§ **PROBLEM REQUIREMENTS**: Match the word "replaced". Return each line of the data below where it appears.

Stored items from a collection
>>>
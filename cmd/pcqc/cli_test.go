package main

import (
	"bytes"
	"encoding/csv"
	"encoding/json"
	"fmt"
	"os"
	"path/filepath"
	"strings"
	"testing"
)

func runPCQC(t *testing.T, args ...string) (status int, stdout, stderr string) {
	t.Helper()
	var o, e bytes.Buffer
	status = mainWithArgs(args, &o, &e)
	return status, o.String(), e.String()
}

func readCSV(t *testing.T, path string) [][]string {
	t.Helper()
	f, err := os.Open(path)
	if err != nil {
		t.Fatal(err)
	}
	defer f.Close()
	rows, err := csv.NewReader(f).ReadAll()
	if err != nil {
		t.Fatalf("%s: %v", path, err)
	}
	return rows
}

func TestDemoWritesAllOutputs(t *testing.T) {
	skipRenderingWhenShort(t)
	out := filepath.Join(t.TempDir(), "demo")
	status, stdout, stderr := runPCQC(t, "demo", "--out", out)
	if status != exitOK {
		t.Fatalf("status %d: %s", status, stderr)
	}
	if !strings.Contains(stdout, "invented") {
		t.Errorf("demo does not say its data are invented: %q", stdout)
	}
	for _, name := range []string{"demo-data.csv", "variance.csv", "loadings.csv", "scores.csv", "samples.csv", "summary.json"} {
		if st, err := os.Stat(filepath.Join(out, name)); err != nil || st.Size() == 0 {
			t.Errorf("%s missing or empty: %v", name, err)
		}
	}
	variance := readCSV(t, filepath.Join(out, "variance.csv"))
	if !strings.HasPrefix(strings.Join(variance[0], ","), "component,eigenvalue,percent,cumulative_percent,") || len(variance) != 14 {
		t.Errorf("variance.csv: header %v, %d rows (want 13 components)", variance[0], len(variance)-1)
	}
	scores := readCSV(t, filepath.Join(out, "scores.csv"))
	if scores[0][0] != "sample_id" || len(scores) != 241 || scores[1][0] != "ST01-2024-01" {
		t.Errorf("scores.csv: header %v, %d rows, first id %q", scores[0], len(scores)-1, scores[1][0])
	}
	loadings := readCSV(t, filepath.Join(out, "loadings.csv"))
	if loadings[0][0] != "variable" || len(loadings) != 14 || len(loadings[0]) != len(scores[0]) {
		t.Errorf("loadings.csv: header %v, %d rows", loadings[0], len(loadings)-1)
	}
	samples := readCSV(t, filepath.Join(out, "samples.csv"))
	if strings.Join(samples[0], ",") != "sample_id,t2,q,leverage,beyond,influence_deg,eigenvalue_change" || len(samples) != 241 {
		t.Errorf("samples.csv: header %v, %d rows", samples[0], len(samples)-1)
	}
	var summary map[string]any
	b, _ := os.ReadFile(filepath.Join(out, "summary.json"))
	if err := json.Unmarshal(b, &summary); err != nil {
		t.Fatal(err)
	}
	for _, key := range []string{"tool", "input", "options", "components", "limits", "checks", "verdict"} {
		if _, ok := summary[key]; !ok {
			t.Errorf("summary.json lacks %q", key)
		}
	}
	input := summary["input"].(map[string]any)
	if input["group_column"] != "station" || input["id_column"] != "sample_id" || len(input["sha256"].(string)) != 64 {
		t.Errorf("summary input: %v", input)
	}
	for _, c := range summary["checks"].([]any) {
		m := c.(map[string]any)
		for _, key := range []string{"id", "title", "status", "value", "limit", "message", "source"} {
			if _, ok := m[key]; !ok {
				t.Errorf("check %v lacks %q", m["id"], key)
			}
		}
	}
}

func TestOutputFolderRules(t *testing.T) {
	dir := t.TempDir()
	data := filepath.Join("..", "..", "testdata", "datasets", "usarrests.csv")
	out := filepath.Join(dir, "result")
	if status, _, stderr := runPCQC(t, "run", data, "--out", out, "--format", "none"); status != exitOK {
		t.Fatalf("first run: %d %s", status, stderr)
	}
	// A second run into the same, now non-empty folder is refused.
	status, _, stderr := runPCQC(t, "run", data, "--out", out, "--scale", "none")
	if status != exitUsage || !strings.Contains(stderr, "--force") {
		t.Errorf("occupied folder: status %d, %q", status, stderr)
	}
	// With --force it is replaced; the new options show in summary.json.
	if status, _, stderr := runPCQC(t, "run", "--force", data, "--out", out, "--scale", "none", "--format", "none"); status != exitOK {
		t.Fatalf("--force: %d %s", status, stderr)
	}
	b, _ := os.ReadFile(filepath.Join(out, "summary.json"))
	if !strings.Contains(string(b), `"scale": "none"`) {
		t.Errorf("folder not replaced: %s", b)
	}
	entries, _ := os.ReadDir(dir)
	if len(entries) != 1 {
		t.Errorf("stray files beside the output: %v", entries)
	}
}

func TestDefaultOutputFolderIsBesideTheWorkingDirectory(t *testing.T) {
	data, _ := filepath.Abs(filepath.Join("..", "..", "testdata", "datasets", "iris.csv"))
	dir := t.TempDir()
	wd, _ := os.Getwd()
	os.Chdir(dir)
	defer os.Chdir(wd)
	if status, _, stderr := runPCQC(t, "run", data, "--group", "species", "--format", "none"); status != exitOK {
		t.Fatalf("%d %s", status, stderr)
	}
	if _, err := os.Stat(filepath.Join(dir, "iris-pcqc", "scores.csv")); err != nil {
		t.Errorf("default output folder: %v", err)
	}
	scores := readCSV(t, filepath.Join(dir, "iris-pcqc", "scores.csv"))
	if scores[0][0] != "row" || scores[1][0] != "1" {
		t.Errorf("iris has no id column, so ids are row numbers: %v %v", scores[0], scores[1])
	}
}

func TestUsageErrors(t *testing.T) {
	data := filepath.Join("..", "..", "testdata", "datasets", "usarrests.csv")
	out := filepath.Join(t.TempDir(), "o")
	cases := []struct {
		args []string
		want string
	}{
		{[]string{}, "Usage"},
		{[]string{"frobnicate"}, "unknown command"},
		{[]string{"run"}, "expects one data file"},
		{[]string{"run", data, data}, "expects one data file"},
		{[]string{"run", data, "--scale", "auto", "--out", out}, "invalid --scale"},
		{[]string{"run", data, "--components", "zero", "--out", out}, "invalid --components"},
		{[]string{"run", data, "--components", "9", "--out", out}, "more components than the data have"},
		{[]string{"run", data, "--nonsense", "--out", out}, "unknown flag --nonsense"},
		{[]string{"run", "no-such-file.csv", "--out", out}, "no-such-file.csv: cannot open"},
		{[]string{"help", "nothing"}, "unknown command"},
	}
	for _, c := range cases {
		status, _, stderr := runPCQC(t, c.args...)
		if status != exitUsage || !strings.Contains(stderr, c.want) {
			t.Errorf("%v: status %d, stderr %q (want %q)", c.args, status, stderr, c.want)
		}
		if _, err := os.Stat(out); err == nil {
			t.Errorf("%v: output folder created", c.args)
		}
	}
}

func TestHelpAndVersion(t *testing.T) {
	status, stdout, _ := runPCQC(t, "version")
	if status != exitOK || stdout != "pcqc "+Version+"\n" {
		t.Errorf("version: %d %q", status, stdout)
	}
	for _, c := range commands {
		status, stdout, _ := runPCQC(t, "help", c.name)
		if status != exitOK || !strings.Contains(stdout, "usage: pcqc "+c.name) {
			t.Errorf("help %s: %d %q", c.name, status, stdout)
		}
	}
	status, stdout, _ = runPCQC(t, "run", "-h")
	if status != exitOK || !strings.Contains(stdout, "--scale") {
		t.Errorf("run -h: %d %q", status, stdout)
	}
}

func TestFailOnSetsExitStatus(t *testing.T) {
	// The demo's verdict is warn (planted outliers), with no failing check.
	cases := []struct {
		failOn string
		want   int
	}{{"fail", exitOK}, {"warn", exitChecks}, {"never", exitOK}}
	for _, c := range cases {
		out := filepath.Join(t.TempDir(), "demo")
		status, _, stderr := runPCQC(t, "demo", "--out", out, "--fail-on", c.failOn, "--permutations", "50", "--format", "none")
		if status != c.want {
			t.Errorf("--fail-on %s: status %d, want %d (%s)", c.failOn, status, c.want, stderr)
		}
		if _, err := os.Stat(filepath.Join(out, "summary.json")); err != nil {
			t.Errorf("--fail-on %s: outputs not written: %v", c.failOn, err)
		}
	}
	// Pure noise fails sampling adequacy: exit 1 by default, 0 with never.
	dir := t.TempDir()
	data := filepath.Join(dir, "noise.csv")
	var b strings.Builder
	b.WriteString("a,b,c,d,e\n")
	x := uint64(12345)
	for i := 0; i < 300; i++ {
		for j := 0; j < 5; j++ {
			x = x*6364136223846793005 + 1442695040888963407 // a linear congruential generator (Knuth's MMIX constants)
			if j > 0 {
				b.WriteString(",")
			}
			fmt.Fprintf(&b, "%.6f", float64(x>>11)/float64(1<<53))
		}
		b.WriteString("\n")
	}
	os.WriteFile(data, []byte(b.String()), 0o644)
	if status, _, stderr := runPCQC(t, "run", data, "--out", filepath.Join(dir, "o1"), "--format", "none"); status != exitChecks {
		t.Errorf("noise with default --fail-on: status %d (%s)", status, stderr)
	}
	if status, _, stderr := runPCQC(t, "run", data, "--out", filepath.Join(dir, "o2"), "--fail-on", "never", "--format", "none"); status != exitOK {
		t.Errorf("noise with --fail-on never: status %d (%s)", status, stderr)
	}
	if status, _, _ := runPCQC(t, "run", data, "--out", filepath.Join(dir, "o3"), "--fail-on", "sometimes"); status != exitUsage {
		t.Errorf("invalid --fail-on accepted")
	}
}

// Acceptance (bootstrap issue): stability.csv and summary.json are
// byte-identical for --threads 1 and --threads 2 with the same seed.
func TestThreadsDoNotChangeOutputs(t *testing.T) {
	dir := t.TempDir()
	for _, threads := range []string{"1", "2"} {
		if status, _, stderr := runPCQC(t, "demo", "--out", filepath.Join(dir, threads), "--threads", threads, "--bootstrap", "100", "--seed", "7", "--format", "none"); status != exitOK {
			t.Fatalf("threads %s: %d %s", threads, status, stderr)
		}
	}
	for _, name := range []string{"stability.csv", "summary.json", "variance.csv", "samples.csv"} {
		a, err1 := os.ReadFile(filepath.Join(dir, "1", name))
		b, err2 := os.ReadFile(filepath.Join(dir, "2", name))
		if err1 != nil || err2 != nil || !bytes.Equal(a, b) {
			t.Errorf("%s differs between --threads 1 and 2 (%v %v)", name, err1, err2)
		}
	}
	rows := readCSV(t, filepath.Join(dir, "1", "stability.csv"))
	if strings.Join(rows[0], ",") != "variable,component,loading,boot_mean,ci_low,ci_high,excludes_zero" || len(rows) != 1+13*3 {
		t.Errorf("stability.csv: %v, %d rows", rows[0], len(rows))
	}
}

func TestBootstrapOffSkipsStability(t *testing.T) {
	out := filepath.Join(t.TempDir(), "o")
	if status, _, stderr := runPCQC(t, "demo", "--out", out, "--bootstrap", "0", "--format", "none"); status != exitOK {
		t.Fatalf("%d %s", status, stderr)
	}
	if _, err := os.Stat(filepath.Join(out, "stability.csv")); !os.IsNotExist(err) {
		t.Errorf("stability.csv written without a bootstrap")
	}
	b, _ := os.ReadFile(filepath.Join(out, "summary.json"))
	if !strings.Contains(string(b), `"stability": null`) || !strings.Contains(string(b), `"id": "loading-stability",
      "title": "The retained subspace is stable under resampling",
      "status": "skip"`) {
		t.Errorf("summary.json does not mark stability as skipped")
	}
}

func TestReportFormatsAndDate(t *testing.T) {
	skipRenderingWhenShort(t)
	dir := t.TempDir()
	out := filepath.Join(dir, "all")
	if status, _, stderr := runPCQC(t, "demo", "--out", out, "--date", "2026-03-04", "--bootstrap", "50", "--permutations", "50", "--title", "River check", "--author", "Q. Analyst"); status != exitOK {
		t.Fatalf("%d %s", status, stderr)
	}
	for _, name := range []string{"report.md", "report.pdf", "report.html", "references.bib", "figures/scree.png", "figures/scree.svg"} {
		if _, err := os.Stat(filepath.Join(out, name)); err != nil {
			t.Errorf("%s missing: %v", name, err)
		}
	}
	md, _ := os.ReadFile(filepath.Join(out, "report.md"))
	for _, want := range []string{"# River check", "Q. Analyst", "2026-03-04", "invented"} {
		if !strings.Contains(string(md), want) {
			t.Errorf("report.md lacks %q", want)
		}
	}
	none := filepath.Join(dir, "none")
	if status, _, stderr := runPCQC(t, "demo", "--out", none, "--format", "none", "--bootstrap", "0", "--permutations", "20"); status != exitOK {
		t.Fatalf("%d %s", status, stderr)
	}
	if _, err := os.Stat(filepath.Join(none, "report.md")); !os.IsNotExist(err) {
		t.Error("--format none wrote a report")
	}
	if _, err := os.Stat(filepath.Join(none, "figures")); !os.IsNotExist(err) {
		t.Error("--format none drew figures")
	}
	only := filepath.Join(dir, "md")
	t.Setenv("SOURCE_DATE_EPOCH", "1700000000") // 2023-11-14
	if status, _, stderr := runPCQC(t, "demo", "--out", only, "--format", "md", "--bootstrap", "0", "--permutations", "20"); status != exitOK {
		t.Fatalf("%d %s", status, stderr)
	}
	md, _ = os.ReadFile(filepath.Join(only, "report.md"))
	if !strings.Contains(string(md), "2023-11-14") {
		t.Error("SOURCE_DATE_EPOCH not used for the date")
	}
	if _, err := os.Stat(filepath.Join(only, "report.pdf")); !os.IsNotExist(err) {
		t.Error("--format md wrote a PDF")
	}
	for _, bad := range [][]string{{"--date", "03/04/2026"}, {"--format", "docx"}} {
		status, _, stderr := runPCQC(t, append([]string{"demo", "--out", filepath.Join(dir, "bad")}, bad...)...)
		if status != exitUsage || !strings.Contains(stderr, "invalid") {
			t.Errorf("%v: %d %s", bad, status, stderr)
		}
	}
}

// skipRenderingWhenShort skips a test that renders whole reports when
// -short is given: CI runs the race detector with -short, since these
// tests exercise no concurrency of their own and take minutes under it;
// the full run (go test ./...) always includes them.
func skipRenderingWhenShort(t *testing.T) {
	t.Helper()
	if testing.Short() {
		t.Skip("renders whole reports; run without -short")
	}
}

// shortFormat is the --format of the tests that read the tables and also
// check report.md: md, or none under -short. The race run (go test -race
// -short in .ci/run) then skips drawing the figures, which takes half a
// minute a report under the race detector; the report's text is checked
// by the run without -short.
func shortFormat() string {
	if testing.Short() {
		return "none"
	}
	return "md"
}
<<<
§ **WRITTEN REPLY**:
	// With --force it is replaced; the new options show in summary.json.
		t.Errorf("folder not replaced: %s", b)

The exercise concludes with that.